READ: What is the difference between a tornado warning and a tornado watch?

Be aware of weather conditions

You should always be weather-aware ahead of a severe storm.

If you know a storm is headed your way, stay tuned to local radio and TV stations or a NOAA weather radio for information.

Sometimes, tornadoes strike without time for a tornado warning.

The following weather signs may mean a tornado is approaching:

  • A dark or green-colored sky
  • A large, dark low-lying cloud
  • Large hail
  • A loud roar that sounds like a freight train

If you notice any of these conditions, take cover immediately, and keep tuned to local radio and TV stations or to a NOAA weather radio.

Know where to shelter

Falling and flying debris are the cause of most deaths and injuries during a tornado. Although there is no completely safe place during a tornado, some locations are much safer than others.

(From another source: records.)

"""Where the drivers are: directions of the measuring positions and propagation from each acoustic centre.

Coordinates (m), from the job's reference point: x to the right as a listener facing the speaker's front
sees it, y up, z out of the front towards the listener. A driver's acoustic centre is p = (x, y, -offset)
(``offset`` is its depth behind the reference plane). A listening point lies at distance D from the
reference point in direction u:

- horizontal orbit, angle a (positive towards the listener's right): the axis rotated about the vertical
  axis through the reference point, u = (sin a, 0, cos a);
- vertical orbit, angle a (positive upwards): rotated about the horizontal axis, u = (0, sin a, cos a);

so h0 = v0 is the axis (0, 0, 1) and h180 = v180 = v-180 the point behind, (0, 0, -1), as the position
names of the job have it.

A point source's pressure falls as 1/r and lags by its travel time r/c (the spherical wave
p = (A/r) exp(j(wt - kr)); Kinsler, Frey, Coppens, Sanders, *Fundamentals of Acoustics*, 4th ed., ch. 7).
Relative to a source at the reference point, a driver at p reaches the listening point D u with

- at a finite distance: r = |D u - p|, delay (r - D)/c, level D/r (20 log10(D/r) dB);
- in the far field (D -> infinity): r - D -> -u.p, so delay -u.p/c and no level change.

The factor is exp(-j w delay) times the level, w = 2 pi f (the package's convention: a delay tau is
exp(-j w tau), as the offset delay of the on-axis sum has always been). On the axis in the far field the
delay is offset/c: the offset delay the package applied before, so a driver that takes this factor must not
take the offset delay as well (:func:`placement_factors` gives each driver one or the other).

Which drivers take it: data that carry the geometry (phase measured about the job's reference point with one
timing reference, ``about = "reference"``) already hold each driver's path to every microphone position;
data that do not (derived phase: minimum phase, extended or spliced responses, a flat stand-in; or files
measured about the driver's own centre, ``about = "driver"``) get it added (:func:`carries_geometry`).
"""

from __future__ import annotations

import math
from collections.abc import Sequence
from dataclasses import dataclass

  • Go to the basement or an inside room without windows on the lowest floor (bathroom, closet, center hallway).
  • Avoid windows.
  • For added protection, get under something sturdy (a heavy table or workbench). Cover your body with a blanket, sleeping bag or mattress. Protect your head with anything available.
  • Do not stay in a mobile home.

If you are outside or in a mobile home, find a nearby building, preferably with a basement. If you are in a car, do not try to outrun a tornado; but instead, find the nearest sturdy building.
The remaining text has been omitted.